Source :
Staline, œuvre d’art totale par Boris Groys, éditions Jacqueline Chambon,
collection Rayon d’Arts.
La méthode du « distancement » et de
« l’exposition du procédé » selon laquelle l’œuvre d’art doit
dévoiler ses mécanismes d’action était, on le sait, à la base de la pratique
artistique de l’avant-garde russe. Cette méthode partait également du principe
de continuité de l’histoire de l’art. Elle décrivait chaque tendance
postérieure en termes de révélation des procédés utilisés secrètement par les
courants antérieurs. Ainsi, le suprématisme de Malevitch peut-il être compris
comme un travail sur la couleur et la forme pure que les ressemblances occultes
dans la peinture figurative traditionnelle. Le travail de Khlebnikov sur les
mots peut, lui, être compris comme une mise à nu du travail sur la sonorité,
caché dans la poésie classique « à thème. »
Cette théorie exigeait un renouvellement constant de la
forme artistique pour toujours « tenir » l’art « à
distance » et renforcer son impact émotionnel sur le spectateur grâce à
son caractère inhabituel, à sa nouveauté, grâce à son décalage. On peut dire
que la politique de la période révolutionnaire constituait, elle aussi, une
mise à nu du procédé : certains affirmaient ainsi que la démocratie
libérale est en fait répressive, bien qu’elle cache, par ses formes, cette
tendance à la répression. Il faut donc faire éclater au grand jour son
caractère répressif en recourant à la terreur prolétarienne déclarée qui, par
sa sincérité, et son absence d’hypocrisie, l’emporte sur la démocratie
bourgeoise.
Il est clair que cette théorie présuppose quelque chose
qui soit susceptible de connaître une mutation, une négation et se prête à la
distanciation. Elle part du principe que la réceptivité du spectateur s’émousse
constamment et qu’elle a besoin de nouveauté. La réceptivité du spectateur des
années 1920-1930 au contraire s’est émoussée à force d’avoir été confrontée à
la mise à nu du procédé et à la nouveauté pour la nouveauté. En fait, le
spectateur a eu envie que le procédé lui soit caché. Il y a eu une
contradiction interne dans la théorie de la mise à nu du procédé. D’une part,
elle entend agir sur l’inconscient de l’homme par des moyens techniques et le
manipuler. D’autre part, elle veut montrer au grand jour cette manipulation et
obtenir un effet au niveau de la perception consciente. En d’autres termes,
l’esthétique formaliste demandait à l’art de modeler la réalité et dans le même
temps de détruire ce qu’il avait créé au nom de la « révolution
permanente » pour se conformer au précepte de l’innocence perpétuelle.

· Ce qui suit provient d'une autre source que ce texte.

char *key_write(const struct key *key, const void *base, char *buf, size_t size) {
    const char *at = (const char *)base + key->offset;
    double number = 0;
    int whole = 0;

    switch (key->type) {
    case KEY_NUMBER:
        memcpy(&number, at, sizeof(number));
        if (is_word(key, number))
            snprintf(buf, size, "%s", key->word);
        else
            units_format(number, key->unit, buf, size);
        break;
    case KEY_WHOLE:
        memcpy(&whole, at, sizeof(whole));
        units_format(whole, key->unit, buf, size);
        break;
    case KEY_CHOICE:
        memcpy(&whole, at, sizeof(whole));
        snprintf(buf, size, "%s", key->choices[whole]);
        break;
    case KEY_YES:
        snprintf(buf, size, "%s", key->choices[*(const bool *)at ? 1 : 0]);
        break;
    default:
        snprintf(buf, size, "%s", at);
    }
    return buf;
}
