/* The protocol of the socket, without the socket. */
#include "publish/rpc.h"

#include <jansson.h>
#include <setjmp.h>
#include <stdarg.h>
#include <stdio.h>
#include <stdlib.h>
#include <string.h>

#include <cmocka.h>

#define COUNT(array)  (sizeof(array) / sizeof((array)[0]))
#define STATUS        "{\"brink\":1}"
#define RESULT(id)    "{\"jsonrpc\":\"2.0\",\"result\":" STATUS ",\"id\":" id "}"
#define FOLLOWING(id) "{\"jsonrpc\":\"2.0\",\"result\":{\"following\":true},\"id\":" id "}"
#define REQUEST(id)   "{\"jsonrpc\":\"2.0\",\"method\":\"status\",\"id\":" id "}"
#define ERROR(code, message, id)                                                                   \
    "{\"jsonrpc\":\"2.0\",\"error\":{\"code\":" code ",\"message\":\"" message "\"},\"id\":" id "}"
#define PARSE       ERROR("-32700", "Parse error", "null")
#define INVALID(id) ERROR("-32600", "Invalid Request", id)

static struct rpc_answer ask(const char *line, char *buf, size_t size) {
    struct rpc_answer answer = rpc_answer(line, strlen(line), STATUS, strlen(STATUS), buf, size);

    if (answer.length > 0) {
        assert_int_equal(buf[answer.length - 1], '\n');
        buf[answer.length - 1] = '\0';
        assert_null(strchr(buf, '\n'));
    } else {
        buf[0] = '\0';
    }
    return answer;
}

/* `data` is ours, for people; the specification leaves it open. Every error must carry it. */
static void take_data(json_t *response) {
    json_t *error = json_object_get(response, "error");

    if (!error)
        return;
    assert_true(json_string_length(json_object_get(error, "data")) > 0);
    json_object_del(error, "data");
}

static void assert_answer(const char *line, const char *want) {
    char buf[8192];

    ask(line, buf, sizeof(buf));
    if (!want) {
        assert_string_equal(buf, "");
        return;
    }
    json_t *got = json_loads(buf, JSON_REJECT_DUPLICATES | JSON_ALLOW_NUL, NULL),
           *expected = json_loads(want, JSON_ALLOW_NUL, NULL);
    assert_non_null(got);
    assert_non_null(expected);
    if (json_is_object(got))
        take_data(got);
    for (size_t i = 0; i < json_array_size(got); i++)
        take_data(json_array_get(got, i));
    if (!json_equal(got, expected))
        fail_msg("%s\n  gives  %s\n  not    %s", line, buf, want);
    json_decref(got);
    json_decref(expected);
}

struct exchange {
    const char *line, *want; /* NULL: no answer */
};

static void check(const struct exchange *exchanges, size_t n) {
    for (size_t i = 0; i < n; i++)
        assert_answer(exchanges[i].line, exchanges[i].want);
}

/* JSON-RPC 2.0 Specification (2010-03-26, updated 2013-01-04), section 7 "Examples", from memory,
 * with `status` and `follow` for the methods there, and without parameters, which ours do not take.
 */
static void test_examples_of_the_specification(void **state) {
    static const struct exchange exchanges[] = {
        /* rpc call with positional parameters; with named parameters */
        {"{\"jsonrpc\": \"2.0\", \"method\": \"status\", \"params\": [], \"id\": 1}", RESULT("1")},
        {"{\"jsonrpc\": \"2.0\", \"method\": \"status\", \"params\": {}, \"id\": 3}", RESULT("3")},
        /* a notification; of a method that does not exist */
        {"{\"jsonrpc\": \"2.0\", \"method\": \"status\", \"params\": [1,2,3,4,5]}", NULL},
        {"{\"jsonrpc\": \"2.0\", \"method\": \"foobar\"}", NULL},
        /* rpc call of non-existent method */
        {"{\"jsonrpc\": \"2.0\", \"method\": \"foobar\", \"id\": \"1\"}",
         ERROR("-32601", "Method not found", "\"1\"")},
        /* rpc call with invalid JSON */
        {"{\"jsonrpc\": \"2.0\", \"method\": \"foobar, \"params\": \"bar\", \"baz]", PARSE},
        /* rpc call with invalid Request object */
        {"{\"jsonrpc\": \"2.0\", \"method\": 1, \"params\": \"bar\"}", INVALID("null")},
        /* rpc call Batch, invalid JSON */
        {"[{\"jsonrpc\": \"2.0\", \"method\": \"sum\", \"params\": [1,2,4], \"id\": \"1\"},"
         "{\"jsonrpc\": \"2.0\", \"method\"]",
         PARSE},
        /* rpc call with an empty Array */
        {"[]", INVALID("null")},
        /* rpc call with an invalid Batch (but not empty); with invalid Batch */
        {"[1]", "[" INVALID("null") "]"},
        {"[1,2,3]", "[" INVALID("null") "," INVALID("null") "," INVALID("null") "]"},
        /* rpc call Batch */
        {"[{\"jsonrpc\": \"2.0\", \"method\": \"status\", \"id\": \"1\"},"
         "{\"jsonrpc\": \"2.0\", \"method\": \"status\", \"params\": [7]},"
         "{\"jsonrpc\": \"2.0\", \"method\": \"follow\", \"id\": \"2\"},"
         "{\"foo\": \"boo\"},"
         "{\"jsonrpc\": \"2.0\", \"method\": \"foo.get\", \"params\": {\"name\": \"myself\"}, "
         "\"id\": \"5\"},"
         "{\"jsonrpc\": \"2.0\", \"method\": \"status\", \"id\": \"9\"}]",
         "[" RESULT("\"1\"") "," FOLLOWING("\"2\"") "," INVALID("null") "," ERROR(
             "-32601", "Method not found", "\"5\"") "," RESULT("\"9\"") "]"},
        /* rpc call Batch (all notifications) */
        {"[{\"jsonrpc\": \"2.0\", \"method\": \"notify_sum\", \"params\": [1,2,4]},"
         "{\"jsonrpc\": \"2.0\", \"method\": \"status\"}]",
         NULL},
    };

    (void)state;
    check(exchanges, COUNT(exchanges));
}

/* Section 4: id is a string, a number or null, told back as it came; anything else is invalid. */
static void test_ids(void **state) {
    static const struct exchange exchanges[] = {
        {REQUEST("0"), RESULT("0")},
        {REQUEST("-9007199254740991"), RESULT("-9007199254740991")},
        {REQUEST("1.5"), RESULT("1.5")},
        {REQUEST("null"), RESULT("null")},
        {REQUEST("\"\""), RESULT("\"\"")},
        {REQUEST("\"a\\u0000b\""), RESULT("\"a\\u0000b\"")},
        {REQUEST("\"\\ud834\\udd1e \\\" \\\\ \xc3\xa9\""),
         RESULT("\"\xf0\x9d\x84\x9e \\\" \\\\ \xc3\xa9\"")},
        {REQUEST("true"), INVALID("null")},
        {REQUEST("[1]"), INVALID("null")},
        {REQUEST("{}"), INVALID("null")},
        {REQUEST("1e999"), PARSE},
        {REQUEST("99999999999999999999999"), PARSE},
        /* an invalid request whose id can be told */
        {"{\"jsonrpc\":\"1.0\",\"method\":\"status\",\"id\":7}", INVALID("7")},
    };

    (void)state;
    check(exchanges, COUNT(exchanges));
}

static void test_what_is_no_request(void **state) {
    static const struct exchange exchanges[] = {
        {"1", INVALID("null")},
        {"null", INVALID("null")},
        {"\"status\"", INVALID("null")},
        {"{}", INVALID("null")},
        {"{\"method\":\"status\",\"id\":1}", INVALID("1")},
        {"{\"jsonrpc\":2.0,\"method\":\"status\",\"id\":1}", INVALID("1")},
        {"{\"jsonrpc\":\"2.0\\u0000\",\"method\":\"status\",\"id\":1}", INVALID("1")},
        {"{\"jsonrpc\":\"2.0\",\"id\":1}", INVALID("1")},
        {"{\"jsonrpc\":\"2.0\",\"method\":null,\"id\":1}", INVALID("1")},
        {"{\"jsonrpc\":\"2.0\",\"method\":\"status\",\"params\":null,\"id\":1}", INVALID("1")},
        {"{\"jsonrpc\":\"2.0\",\"method\":\"status\",\"params\":1,\"id\":1}", INVALID("1")},
        {"{\"jsonrpc\":\"2.0\",\"method\":\"status\\u0000\",\"id\":1}",
         ERROR("-32601", "Method not found", "1")},
        {"{\"jsonrpc\":\"2.0\",\"method\":\"Status\",\"id\":1}",
         ERROR("-32601", "Method not found", "1")},
        {"{\"jsonrpc\":\"2.0\",\"method\":\"status\",\"params\":[1],\"id\":1}",
         ERROR("-32602", "Invalid params", "1")},
        {"{\"jsonrpc\":\"2.0\",\"method\":\"follow\",\"params\":{\"a\":1},\"id\":1}",
         ERROR("-32602", "Invalid params", "1")},
        {"{\"jsonrpc\":\"2.0\",\"method\":\"status\",\"id\":1}{", PARSE},
        {"{\"jsonrpc\":\"2.0\",\"method\":\"status\",\"id\":1,\"id\":2}", PARSE},
        {"{'jsonrpc':'2.0'}", PARSE},
        {"\xff\xfe", PARSE},
        {"{\"jsonrpc\":\"2.0\",\"method\":\"\xff\",\"id\":1}", PARSE},
        {"{\"jsonrpc\":\"2.0\",\"method\":\"status\",\"id\":1}\r", RESULT("1")},
        {" \t{\"jsonrpc\":\"2.0\",\"method\":\"status\",\"more\":[{}],\"id\":1}", RESULT("1")},
        {"", PARSE},
    };

    (void)state;
    check(exchanges, COUNT(exchanges));
}

static void test_follow_is_told_to_the_server(void **state) {
    static const struct {
        const char *line;
        bool follow, answered;
    } cases[] = {
        {"{\"jsonrpc\":\"2.0\",\"method\":\"follow\",\"id\":1}", true, true},
        {"{\"jsonrpc\":\"2.0\",\"method\":\"follow\"}", true, false},
        {"[{\"jsonrpc\":\"2.0\",\"method\":\"follow\"}," REQUEST("1") "]", true, true},
        {REQUEST("1"), false, true},
        {"{\"jsonrpc\":\"2.0\",\"method\":\"follow\",\"params\":[1],\"id\":1}", false, true},
        {"{\"jsonrpc\":\"2.0\",\"method\":\"follow\",\"id\":[]}", false, true},
        {"{\"jsonrpc\":\"2.0\",\"method\":\"follow\"", false, true},
    };
    char buf[1024];

    (void)state;
    for (size_t i = 0; i < COUNT(cases); i++) {
        struct rpc_answer answer = ask(cases[i].line, buf, sizeof(buf));
        assert_int_equal(answer.follow, cases[i].follow);
        assert_int_equal(answer.length > 0, cases[i].answered);
    }
}

static void test_before_the_first_report(void **state) {
    static const char line[] = REQUEST("1");
    char buf[1024];
    struct rpc_answer answer = rpc_answer(line, sizeof(line) - 1, NULL, 0, buf, sizeof(buf));

    (void)state;
    buf[answer.length] = '\0';
    assert_non_null(strstr(buf, "\"code\":-32001,"));
    assert_non_null(strstr(buf, "\"id\":1}"));
}

/* Exactly RPC_DEPTH_MAX deep is taken, one more is not; brackets inside strings do not count. */
static void test_depth(void **state) {
    char line[4096];

    (void)state;
    for (int extra = 0; extra < 2; extra++) {
        int depth = RPC_DEPTH_MAX - 1 + extra;
        size_t n = (size_t)sprintf(line, "{\"jsonrpc\":\"2.0\",\"method\":\"status\",\"x\":");
        for (int i = 0; i < depth; i++)
            line[n++] = '[';
        for (int i = 0; i < depth; i++)
            line[n++] = ']';
        strcpy(line + n, ",\"id\":1}");
        assert_answer(line, extra ? PARSE : RESULT("1"));
    }
    assert_answer(REQUEST("\"[[[[[[[[[[[[[[[[[[[[[[[[[[\\\"[[[{{{\""),
                  RESULT("\"[[[[[[[[[[[[[[[[[[[[[[[[[[\\\"[[[{{{\""));
    memset(line, '[', sizeof(line));
    char buf[1024];
    struct rpc_answer answer = rpc_answer(line, sizeof(line), NULL, 0, buf, sizeof(buf));
    assert_true(answer.length > 0);
    assert_non_null(memmem(buf, answer.length, "-32700", 6));
}

static void test_batch_size(void **state) {
    char line[4096] = "[", want[4096] = "[";

    (void)state;
    for (int i = 0; i < RPC_BATCH_MAX; i++) {
        strcat(line, i ? "," REQUEST("1") : REQUEST("1"));
        strcat(want, i ? "," RESULT("1") : RESULT("1"));
    }
    size_t n = strlen(line);
    strcat(line, "]");
    strcat(want, "]");
    assert_answer(line, want);
    strcpy(line + n, ",1]");
    assert_answer(line, INVALID("null"));
}

/* An answer that does not fit is replaced by an error that does, whatever the size. */
static void test_answer_too_long(void **state) {
    char status[2000], buf[4096], line[256];

    (void)state;
    memset(status, '1', sizeof(status));
    snprintf(line, sizeof(line), "[%s,%s]", "{\"jsonrpc\":\"2.0\",\"method\":\"follow\"}",
             REQUEST("1"));
    for (size_t size = RPC_ERROR_MAX; size < sizeof(buf); size += 7) {
        struct rpc_answer answer =
            rpc_answer(line, strlen(line), status, sizeof(status), buf, size);
        assert_true(answer.length > 0 && answer.length <= size);
        assert_int_equal(buf[answer.length - 1], '\n');
        bool whole = answer.length > sizeof(status);
        assert_int_equal(whole, size >= sizeof(status) + 38);
        assert_int_equal(answer.follow, whole);
        assert_int_equal(!whole, memmem(buf, answer.length, "-32002", 6) != NULL);
    }
}

static void test_every_error_line_fits_and_is_json(void **state) {
    static const enum rpc_code codes[] = {RPC_PARSE,    RPC_REQUEST, RPC_METHOD, RPC_PARAMS,
                                          RPC_INTERNAL, RPC_BUSY,    RPC_EARLY,  RPC_LENGTH};
    char buf[RPC_ERROR_MAX];

    (void)state;
    for (size_t i = 0; i < COUNT(codes); i++) {
        size_t length = rpc_error(codes[i], buf, sizeof(buf));
        assert_true(length > 0);
        json_t *root = json_loadb(buf, length, 0, NULL);
        assert_non_null(root);
        assert_int_equal(
            json_integer_value(json_object_get(json_object_get(root, "error"), "code")), codes[i]);
        assert_true(json_is_null(json_object_get(root, "id")));
        json_decref(root);
    }
}

static int budget;

static void *scarce_malloc(size_t size) {
    return budget-- > 0 ? malloc(size) : NULL;
}

/* Memory runs out at each place in turn: one error or the whole answer, nothing between. Within a
 * string or number jansson calls it bad syntax, so a parse error must do for some of them. */
static void test_memory_runs_out(void **state) {
    static const char line[] = "[" REQUEST("\"one\"") "," REQUEST("2.5") "]";
    char buf[4096];
    int internal = 0;
    bool whole = false;

    (void)state;
    for (int most = 0; !whole; most++) {
        budget = most;
        json_set_alloc_funcs(scarce_malloc, free);
        struct rpc_answer answer = ask(line, buf, sizeof(buf));
        json_set_alloc_funcs(malloc, free);
        assert_true(answer.length > 0);
        whole = budget >= 0;
        internal += strstr(buf, "\"code\":-32603,") != NULL;
        if (whole)
            assert_answer(line, "[" RESULT("\"one\"") "," RESULT("2.5") "]");
        else if (!strstr(buf, "\"code\":-32603,") && !strstr(buf, "\"code\":-32700,"))
            fail_msg("after %d allocations: %s", most, buf);
        assert_true(most < 1000);
    }
    assert_true(internal > 5);
}

int main(void) {
    const struct CMUnitTest tests[] = {
        cmocka_unit_test(test_examples_of_the_specification),
        cmocka_unit_test(test_ids),
        cmocka_unit_test(test_what_is_no_request),
        cmocka_unit_test(test_follow_is_told_to_the_server),
        cmocka_unit_test(test_before_the_first_report),
        cmocka_unit_test(test_depth),
        cmocka_unit_test(test_batch_size),
        cmocka_unit_test(test_answer_too_long),
        cmocka_unit_test(test_every_error_line_fits_and_is_json),
        cmocka_unit_test(test_memory_runs_out),
    };
    return cmocka_run_group_tests(tests, NULL, NULL);
}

Dans les faits, cela empêchait un idéal artistique.
La culture stalinienne, au contraire, s’est beaucoup
intéressée aux différents modèles de formation de l’inconscient sans en
divulguer les mécanismes de constitution, comme par exemple la théorie des
réflexes conditionnés de Pavlov ou le système de Stanislavski qui demandait à
l’acteur d’entrer pleinement dans son rôle jusqu’à en oublier l’identité. La
culture stalinienne ne tendait pas à désautomatiser mais à automatiser la
conscience, à la modeler systématiquement dans le sens voulu, en intervenant
sur son milieu, sa base, son inconscient. Dans le même temps, cela ne
signifiait nullement que les mécanismes correspondant fussent cachés par
l’idéologie au niveau de la réflexion historique. La solution à ce problème
n’impliquait dont pas un refus des techniques artistiques traditionnelles pour
en dévoiler les procédés, ce qui, selon la théorie, devait provoquer un choc émotionnel
et qui, en fait, n’en a que neutralisé l’efficacité.
Pour résoudre ce problème, il fallait étudier ces procédés avant de les réutiliser à des fins bien précises. En d’autres termes, la culture stalinienne, si on la considère dans la perspective d’une réflexion théorique de l’avant-garde sur elle-même, apparaît comme sa radicalisation et comme son dépassement formel. Si l’on veut, la culture stalinienne, loin de se contenter d’un rejet pur et simple de l’avant-garde, en a dévoilé les procédés.